On the Importance of Visible Dissent

On the Importance of Visible Dissent

Last night, I participated in the San Francisco Women's March. I did not do so alone—current estimates place attendance at over a hundred thousand people, with a similar turnout in Oakland. From a first-hand perspective, the sheer volume of participants was staggering. It was certainly one of the largest gatherings I have ever attended, and perhaps also the most surprising.

As it turns out, it sucks to lose. It sucks even more when the price of your defeat is the knowledge that you and your ideals are no longer in the majority. Rights can be reaffirmed, laws can be reinstated, but human lives, once extinguished, are gone forever. And to know that the world in which we live is a less equitable, more dangerous place in light of a single moment in history, is a difficult pill to swallow.

Sadly, no amount of well-intentioned liberal think pieces can unring that bell. Likewise, it is true that no matter how many millions of people gather for peaceful protests, the state of our nation is unlikely to change overnight. But I found unexpected value in the act of visible dissent.

Just standing outside, freezing and soaking wet with a hundred thousand other people who aren't willing to sit idly by as women, people of colour, immigrants, and members of the LBGT community are persecuted and marginalized—there is a surprising amount of power in that. I think true progress will mostly be won through compassionate small communities and local outreach, but there is a special kind of statement that can only be made with a sea of humanity, united in purpose, comprised of millions of individuals who each made a decision to stand up show support for their fellow human beings.

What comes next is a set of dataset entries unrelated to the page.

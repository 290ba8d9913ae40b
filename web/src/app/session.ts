import { setUnauthorizedHandler } from '../lib/api-client';
import { queryClient } from '../lib/query-client';
import { disconnectSocket } from '../lib/socket';

export type EndReason = 'expired' | 'signed-out' | 'password-changed';

type Navigate = (to: string, opts?: { replace?: boolean }) => Promise<void>;
let navigate: Navigate = async (to) => window.location.assign(to);
let ending = false;

/**
 * Every way a session ends (sign-out, expiry, 401, password change) goes through here:
 * close the socket, go to sign-in, then drop everything cached for that user.
 */
export async function endSession(reason: EndReason): Promise<void> {
  if (ending) return;
  ending = true;
  try {
    disconnectSocket();
    const here = window.location.pathname + window.location.search;
    const keep = reason === 'expired' && !here.startsWith('/sign-in') && here !== '/';
    if (!window.location.pathname.startsWith('/sign-in')) {
      await navigate(`/sign-in?reason=${reason}${keep ? `&next=${encodeURIComponent(here)}` : ''}`, { replace: true });
    }
    queryClient.clear();
  } finally {
    ending = false;
  }
}

/** Called once by the router module with its navigate, so 401s keep the single-page app. */
export function installSessionHandlers(routerNavigate: Navigate): void {
  navigate = routerNavigate;
  setUnauthorizedHandler(() => void endSession('expired'));
}
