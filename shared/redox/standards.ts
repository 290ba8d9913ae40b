/**
 * Probe checks against ORP standard solutions (Standard Methods for the
 * Examination of Water and Wastewater, method 2580).
 */
import { ORP_LIMIT_MV, TOLERANCE_LIMIT_MV } from './constants';
import { requireInRange, requireOneOf, requirePositive } from './guards';
import { referencePotentialV, type ReferenceElectrode } from './reference-electrodes';

export type StandardSolution = 'zobell' | 'light';

/**
 * ZoBell's solution (3.33 mM K₄Fe(CN)₆ + 3.33 mM K₃Fe(CN)₆ in 0.1 M KCl), Eh vs SHE
 * (Standard Methods for the Examination of Water and Wastewater, 2580, Table 2580:I).
 * Never acidify it: it releases hydrogen cyanide.
 */
export const ZOBELL_TABLE: ReadonlyArray<{ tempC: number; ehV: number }> = [
  { tempC: 1, ehV: 0.481 },
  { tempC: 5, ehV: 0.472 },
  { tempC: 10, ehV: 0.461 },
  { tempC: 15, ehV: 0.45 },
  { tempC: 20, ehV: 0.439 },
  { tempC: 25, ehV: 0.428 },
  { tempC: 30, ehV: 0.417 },
];

/**
 * Light's solution (0.1 M ferrous + 0.1 M ferric ammonium sulfate in about 1 M H₂SO₄).
 * The sources give 25 °C only. We accept 20–30 °C: a 1:1 Fe couple drifts by roughly
 * 1 mV/K, so up to ~5 mV of the tolerance may be temperature at the window edges.
 */
export const LIGHT_SOLUTION = {
  ehV: 0.675,
  tempMinC: 20,
  tempMaxC: 30,
  source: 'Standard Methods 2580; ASTM D1498: 0.675 V vs SHE at 25 °C',
} as const;

/**
 * Eh of a standard solution vs SHE at the given temperature.
 * ZoBell: linear interpolation in Table 2580:I, 1–30 °C. Light: 0.675 V, 20–30 °C.
 * @returns V vs SHE
 * @throws RangeError outside the solution's tabulated temperature range
 */
export function standardPotentialV(standard: StandardSolution, tempC: number): number {
  requireOneOf('standard', standard, ['zobell', 'light'] as const);
  if (standard === 'light') {
    requireInRange('tempC', tempC, LIGHT_SOLUTION.tempMinC, LIGHT_SOLUTION.tempMaxC, "°C for Light's solution");
    return LIGHT_SOLUTION.ehV;
  }
  const first = ZOBELL_TABLE[0];
  const last = ZOBELL_TABLE[ZOBELL_TABLE.length - 1];
  requireInRange('tempC', tempC, first.tempC, last.tempC, "°C for ZoBell's solution");
  // Extrapolating the table is not supported by the source, hence the hard limits above.
  for (let i = 1; i < ZOBELL_TABLE.length; i++) {
    const lo = ZOBELL_TABLE[i - 1];
    const hi = ZOBELL_TABLE[i];
    if (tempC <= hi.tempC) {
      return lo.ehV + ((hi.ehV - lo.ehV) * (tempC - lo.tempC)) / (hi.tempC - lo.tempC);
    }
  }
  return last.ehV;
}

export type ProbeCheckResult = { expectedMv: number; errorMv: number; pass: boolean };

/**
 * Checks a probe against a standard solution.
 * @param input.readingMv probe reading in the standard vs its own reference, mV
 * @param input.toleranceMv allowed |error|, mV (> 0; 15 mV per a probe maker's manual, 10 mV also common)
 * @returns expectedMv = (E_standard − E_ref(T))·1000, errorMv = reading − expected, pass = |error| ≤ tolerance
 */
export function probeCheck(input: {
  standard: StandardSolution;
  tempC: number;
  reference: ReferenceElectrode;
  readingMv: number;
  toleranceMv: number;
}): ProbeCheckResult {
  const readingMv = requireInRange('readingMv', input.readingMv, -ORP_LIMIT_MV, ORP_LIMIT_MV, 'mV');
  const toleranceMv = requirePositive('toleranceMv', input.toleranceMv, TOLERANCE_LIMIT_MV, 'mV');
  const eStdV = standardPotentialV(input.standard, input.tempC);
  const expectedMv = (eStdV - referencePotentialV(input.reference, input.tempC)) * 1000;
  const errorMv = readingMv - expectedMv;
  // A hair of slack so a reading exactly on the tolerance is not failed by binary rounding.
  return { expectedMv, errorMv, pass: Math.abs(errorMv) <= toleranceMv + 1e-9 };
}
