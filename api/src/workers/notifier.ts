/**
 * Notifier process: the alarm engine's timer (stale probes, shelve expiry, offline suppression,
 * probe-check and calibration-drift alarms), the plant-wide "ingest stopped" alarm (it outlives
 * the worker it watches) and e-mail escalation from the outbox.
 *   node --import tsx api/src/workers/notifier.ts
 * Env (api/src/config.ts): DATABASE_URL, SMTP_URL, MAIL_FROM, PUBLIC_URL (default
 * http://127.0.0.1:PORT), JWT_SECRET (signs the acknowledge links).
 * Safe to run more than once and to kill at any moment: the outbox key (instance, step) and the
 * alarm lock make every step happen once; unsent mail stays in the outbox for the next start.
 * Several notifiers (one per node, README "Scaling out") take turns through the database lease
 * 'notifier': one works, the others stand by and take over within LEASE_TTL_S of its death.
 */
import { config } from '../config.ts';
import { initModels } from '../db/models.ts';
import { Database } from '../db/database.ts';
import { logger } from '../lib/logger.ts';
import { createAlarmEngine } from '../modules/alarms/engine.ts';
import { assaysService } from '../modules/assays/assays.service.ts';
import { probeChecksService } from '../modules/probe-checks/probe-checks.service.ts';
import { createNotifier } from '../modules/notify/notifier.ts';
import { createIngestPool } from '../db/pool.ts';
import { Lease } from '../cluster/lease.ts';
import { supervisedParts } from '../modules/admin/supervisor-status.ts';
import { createIngestWatch } from '../modules/system-alarms/ingest-watch.service.ts';

const TICK_MS = 5_000;
const MAIL_MS = 2_000;

async function main(): Promise<void> {
  const cfg = config();
  const db = new Database(cfg.DATABASE_URL, { poolMax: 4 });
  const { sequelize } = db;
  initModels(sequelize);
  for (let attempt = 1; ; attempt += 1) {
    try {
      await sequelize.authenticate();
      break;
    } catch (err) {
      if (attempt >= 30) throw err;
      logger.warn({ err: (err as Error).message }, 'database not reachable yet; retrying');
      await new Promise((r) => setTimeout(r, 1000));
    }
  }
  const engine = createAlarmEngine({
    sequelize,
    inputs: {
      calibrationDriftMv: (tankId) => assaysService.latestAssayDriftMv(tankId),
      probeCheckDue: async (now) => (await probeChecksService.due(now)).map((d) => ({ tankId: d.tankId, dueAt: d.dueAt })),
    },
  });
  const notifier = createNotifier({
    sequelize, smtpUrl: cfg.SMTP_URL, mailFrom: cfg.MAIL_FROM, ackSecret: cfg.JWT_SECRET,
    publicUrl: cfg.PUBLIC_URL ?? `http://127.0.0.1:${cfg.PORT}`,
  });
  const ingestWatch = createIngestWatch({ sequelize, thresholdS: cfg.INGEST_STOPPED_AFTER_S, parts: () => supervisedParts(cfg.FERRISIGHT_DATA_DIR) });
  logger.info({ smtp: cfg.SMTP_URL.replace(/\/\/[^@/]*@/, '//***@') }, 'notifier running');
  const leasePool = createIngestPool(cfg.DATABASE_URL, 1);
  const lease = new Lease(leasePool, 'notifier', { ttlMs: cfg.LEASE_TTL_S * 1000 }).start();

  let stopping = false;
  let lastTick = 0;
  // One loop, one pass at a time: a slow database or relay delays the next pass, never overlaps it.
  const loop = async () => {
    while (!stopping) {
      const started = Date.now();
      try {
        if (!lease.held) {
          // Standing by: another notifier holds the lease.
          lastTick = 0;
          ingestWatch.reset();
        } else {
          if (started - lastTick >= TICK_MS) {
            lastTick = started;
            await engine.tick();
          }
          const w = await ingestWatch.check();
          if (w.changed) logger.warn({ why: w.verdict.why || undefined }, `ingest-stopped alarm ${w.changed}`);
        }
        const r = lease.held ? await notifier.runOnce() : undefined;
        if (r && (r.queued || r.sent || r.failed || r.cancelled)) logger.info(r, 'escalation pass');
      } catch (err) {
        logger.error({ err: (err as Error).message }, 'notifier pass failed; retrying');
      }
      await new Promise((r) => setTimeout(r, Math.max(100, MAIL_MS - (Date.now() - started))));
    }
  };
  const running = loop();

  const stop = async () => {
    stopping = true;
    await running;
    await lease.stop();
    await leasePool.end().catch(() => undefined);
    notifier.close();
    await db.close();
    process.exit(0);
  };
  process.once('SIGTERM', stop);
  process.once('SIGINT', stop);
}

main().catch((err) => {
  logger.fatal({ err: (err as Error).message }, 'notifier failed to start');
  process.exit(1);
});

It's tremendously reassuring to be surrounded by people who seek not the abject defeat of their enemies, but the common ground of equity and basic human rights. And I think there is significance to a tangible, countable, physical presence that just doesn't come across in an equivalent hailstorm of tweets and op-eds.

So, thank you to all the people who walked down Market Street yesterday. To paraphrase Malcolm Reynolds, we may have been on the losing side, but I'm still not convinced it's the wrong one.